------ SUPPLIED RECORDS ------

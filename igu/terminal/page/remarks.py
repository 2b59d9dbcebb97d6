"""What the files and the panes of a study leave to be said, each sentence once."""

from __future__ import annotations

from collections.abc import Iterable

from igu.model.case import Case
from igu.model.conditions import Conditions
from igu.model.unit import Unit
from igu.ratings.sunlight import cautions
from igu.terminal.page.text import MODEL, under

GENERIC = "Generic coatings are models, not measurements."


def judged_under(cold: Conditions | None, sun: Conditions | None) -> str:
    """Under which conditions a comparison or a search judges; the state of a standard has no temperatures."""
    room = " and room face" if cold is not None and cold.method == "iso-15099" else ""
    hottest = " and hottest pane" if sun is not None and sun.method == "iso-15099" else ""
    in_the_cold = f"U{room} under {under(cold)}" if cold else "no cold conditions in the case"
    in_the_sun = f"g{hottest} under {under(sun)}" if sun else "no sunny conditions in the case"
    return f"{in_the_cold}; {in_the_sun}"


def remarks_on(units: Iterable[Unit], sun: Conditions | None) -> list[str]:
    """That coatings are models, where one is; and what measured panes leave uncertain in this sun."""
    units = list(units)
    models = any(MODEL in pane.source for unit in units for pane in unit.panes)
    return [*([GENERIC] if models else []), *measured(units, sun)]


def measured(units: Iterable[Unit], sun: Conditions | None) -> list[str]:
    """What measured panes leave uncertain in this sun, each sentence once."""
    if sun is None:
        return []
    oblique = bool(sun.incidence or sun.diffuse_share)
    return list(dict.fromkeys(text for unit in units for text in cautions(unit, oblique=oblique)))


def warnings_of(cases: Iterable[Case]) -> list[str]:
    """Warnings of the case files."""
    return [text for case in cases for text in case.warnings]


def warned(cases: Iterable[Case]) -> list[str]:
    """The same, as a report has them."""
    return [f"WARNING {text}" for text in warnings_of(cases)]
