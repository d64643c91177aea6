"""Energy balances over the nodes of a network."""

from __future__ import annotations

from typing import ClassVar

from pydantic import BaseModel

from reconcile import Domain, Network, System

from .balances import write
from .layout import make_plan
from .options import EnergyNode, EnergyOptions, EnergyStream


class Energy(Domain):
    """Heat that enters a node leaves it: with streams, through a wall, or to the surroundings.

    Variables
        ``stream.temperature``; of water and steam ``stream.pressure`` (absolute) and of saturated steam
        ``stream.quality``; ``node.duty``, heat supplied or removed; ``node.transfer``, heat that passes from the warmer
        side of an exchanger to the colder; ``node.heat_loss``; ``node.stored_heat`` where an inventory may change.
    Possible faults
        ``node.heat_loss`` where no loss is expected. Losses of material that the domains fluid and mixture consider
        take their heat along.

    The flows are those of the domain fluid or mixture. Mechanical work, kinetic and potential energy are left out.
    Streams of constant heat capacity count their heat from one reference temperature; where all flows of a node
    balance it plays no part.
    """

    name: ClassVar[str] = "energy"
    version: ClassVar[str] = "1.0"
    summary: ClassVar[str] = "heat balances, heat exchangers, water and steam; heat losses, swapped temperature sensors"
    options: ClassVar[type[BaseModel]] = EnergyOptions
    stream_options: ClassVar[type[BaseModel]] = EnergyStream
    node_options: ClassVar[type[BaseModel]] = EnergyNode
    after: ClassVar[tuple[str, ...]] = ("fluid", "mixture")
    caution: ClassVar[str] = (
        "Steam, hot water and hot surfaces burn, and pressure systems fall under local codes: check hardware as a "
        "licensed person would, and never bypass a relief device or an interlock because a test calls its sensor bad. "
        "A heat meter that bills stays the record."
    )
    forgotten: ClassVar[tuple[str, ...]] = (
        "heat lost through walls and flanges",
        "heat of pumps and stirrers",
        "evaporation",
        "condensate and flash steam",
        "bypass valves that do not close",
    )

    def build(self, network: Network, system: System, options: EnergyOptions) -> None:
        """Check the case against the network, then write it."""
        write(make_plan(network, system, options), network, system)
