"""From parts to the data set: evidence in words, explanations of the snapshots worth it, files under their names."""

from __future__ import annotations

import json
import os
import shutil
from collections import Counter
from collections.abc import Sequence
from dataclasses import dataclass, field
from pathlib import Path
from typing import TYPE_CHECKING, Any

import numpy as np
import numpy.typing as npt
from scipy.special import chdtrc

from .. import export
from ..diagnose.critical import sidak_limit
from ..diagnose.tests_of_readings import signature_tests
from ..errors import InputError, Location, Notice, Problem
from ..readings.table import ReadingsTable, Status
from .lines import column_lines, header_line
from .pieces import Log
from .totals import Told, Totals, parts_of
from .work import DETAILED, Engine, fingerprint

if TYPE_CHECKING:
    import pandas as pd

    from ..results import Result
    from ..run import Case

__all__ = ["Finish", "Flagged"]

EXACT_LIMITS = 8
"""Patterns of absent readings, the most frequent ones, for which the limit of the largest test value is exact."""

MOST_FACTORS = 500
"""Patterns, the most frequent ones, whose covariance is written."""

ROW_GROUP = 1 << 16
NOT_EXPLAINED = "one of many: see flagged.csv"


@dataclass(frozen=True)
class Flagged:
    """A meter with the largest test value of suspicious snapshots."""

    meter: str
    snapshots: int
    first: str
    last: str
    largest_z: float
    largest_at: str
    longest_run: int
    run_first: str
    run_last: str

------

- HOW TO COMPLETE THIS TASK: Transcribe the full listing above without leaving anything out.

- ANSWER BOX:
filename igu/terminal/page/remarks.py
repository 2b59d9dbcebb97d6
"""What the files and the panes of a study leave to be said, each sentence once."""

from __future__ import annotations

from collections.abc import Iterable

from igu.model.case import Case
from igu.model.conditions import Conditions
from igu.model.unit import Unit
from igu.ratings.sunlight import cautions
from igu.terminal.page.text import MODEL, under

GENERIC = "Generic coatings are models, not measurements."


def judged_under(cold: Conditions | None, sun: Conditions | None) -> str:
    """Under which conditions a comparison or a search judges; the state of a standard has no temperatures."""
    room = " and room face" if cold is not None and cold.method == "iso-15099" else ""
    hottest = " and hottest pane" if sun is not None and sun.method == "iso-15099" else ""
    in_the_cold = f"U{room} under {under(cold)}" if cold else "no cold conditions in the case"
    in_the_sun = f"g{hottest} under {under(sun)}" if sun else "no sunny conditions in the case"
    return f"{in_the_cold}; {in_the_sun}"


def remarks_on(units: Iterable[Unit], sun: Conditions | None) -> list[str]:
    """That coatings are models, where one is; and what measured panes leave uncertain in this sun."""
    units = list(units)
    models = any(MODEL in pane.source for unit in units for pane in unit.panes)
    return [*([GENERIC] if models else []), *measured(units, sun)]


def measured(units: Iterable[Unit], sun: Conditions | None) -> list[str]:
    """What measured panes leave uncertain in this sun, each sentence once."""
    if sun is None:
        return []
    oblique = bool(sun.incidence or sun.diffuse_share)
    return list(dict.fromkeys(text for unit in units for text in cautions(unit, oblique=oblique)))


def warnings_of(cases: Iterable[Case]) -> list[str]:
    """Warnings of the case files."""
    return [text for case in cases for text in case.warnings]


def warned(cases: Iterable[Case]) -> list[str]:
    """The same, as a report has them."""
    return [f"WARNING {text}" for text in warnings_of(cases)]
repository d64643c91177aea6
"""Energy balances over the nodes of a network."""

from __future__ import annotations

from typing import ClassVar

from pydantic import BaseModel

from reconcile import Domain, Network, System

from .balances import write
from .layout import make_plan
from .options import EnergyNode, EnergyOptions, EnergyStream


class Energy(Domain):
    """Heat that enters a node leaves it: with streams, through a wall, or to the surroundings.

    Variables
        ``stream.temperature``; of water and steam ``stream.pressure`` (absolute) and of saturated steam
        ``stream.quality``; ``node.duty``, heat supplied or removed; ``node.transfer``, heat that passes from the warmer
        side of an exchanger to the colder; ``node.heat_loss``; ``node.stored_heat`` where an inventory may change.
    Possible faults
        ``node.heat_loss`` where no loss is expected. Losses of material that the domains fluid and mixture consider
        take their heat along.

    The flows are those of the domain fluid or mixture. Mechanical work, kinetic and potential energy are left out.
    Streams of constant heat capacity count their heat from one reference temperature; where all flows of a node
    balance it plays no part.
    """

    name: ClassVar[str] = "energy"
    version: ClassVar[str] = "1.0"
    summary: ClassVar[str] = "heat balances, heat exchangers, water and steam; heat losses, swapped temperature sensors"
    options: ClassVar[type[BaseModel]] = EnergyOptions
    stream_options: ClassVar[type[BaseModel]] = EnergyStream
    node_options: ClassVar[type[BaseModel]] = EnergyNode
    after: ClassVar[tuple[str, ...]] = ("fluid", "mixture")
    caution: ClassVar[str] = (
        "Steam, hot water and hot surfaces burn, and pressure systems fall under local codes: check hardware as a "
        "licensed person would, and never bypass a relief device or an interlock because a test calls its sensor bad. "
        "A heat meter that bills stays the record."
    )
    forgotten: ClassVar[tuple[str, ...]] = (
        "heat lost through walls and flanges",
        "heat of pumps and stirrers",
        "evaporation",
        "condensate and flash steam",
        "bypass valves that do not close",
    )

    def build(self, network: Network, system: System, options: EnergyOptions) -> None:
        """Check the case against the network, then write it."""
        write(make_plan(network, system, options), network, system)
"""From parts to the data set: evidence in words, explanations of the snapshots worth it, files under their names."""

from __future__ import annotations

import json
import os
import shutil
from collections import Counter
from collections.abc import Sequence
from dataclasses import dataclass, field
from pathlib import Path
from typing import TYPE_CHECKING, Any

import numpy as np
import numpy.typing as npt
from scipy.special import chdtrc

from .. import export
from ..diagnose.critical import sidak_limit
from ..diagnose.tests_of_readings import signature_tests
from ..errors import InputError, Location, Notice, Problem
from ..readings.table import ReadingsTable, Status
from .lines import column_lines, header_line
from .pieces import Log
from .totals import Told, Totals, parts_of
from .work import DETAILED, Engine, fingerprint

if TYPE_CHECKING:
    import pandas as pd

    from ..results import Result
    from ..run import Case

__all__ = ["Finish", "Flagged"]

EXACT_LIMITS = 8
"""Patterns of absent readings, the most frequent ones, for which the limit of the largest test value is exact."""

MOST_FACTORS = 500
"""Patterns, the most frequent ones, whose covariance is written."""

ROW_GROUP = 1 << 16
NOT_EXPLAINED = "one of many: see flagged.csv"


@dataclass(frozen=True)
class Flagged:
    """A meter with the largest test value of suspicious snapshots."""

    meter: str
    snapshots: int
    first: str
    last: str
    largest_z: float
    largest_at: str
    longest_run: int
    run_first: str
    run_last: str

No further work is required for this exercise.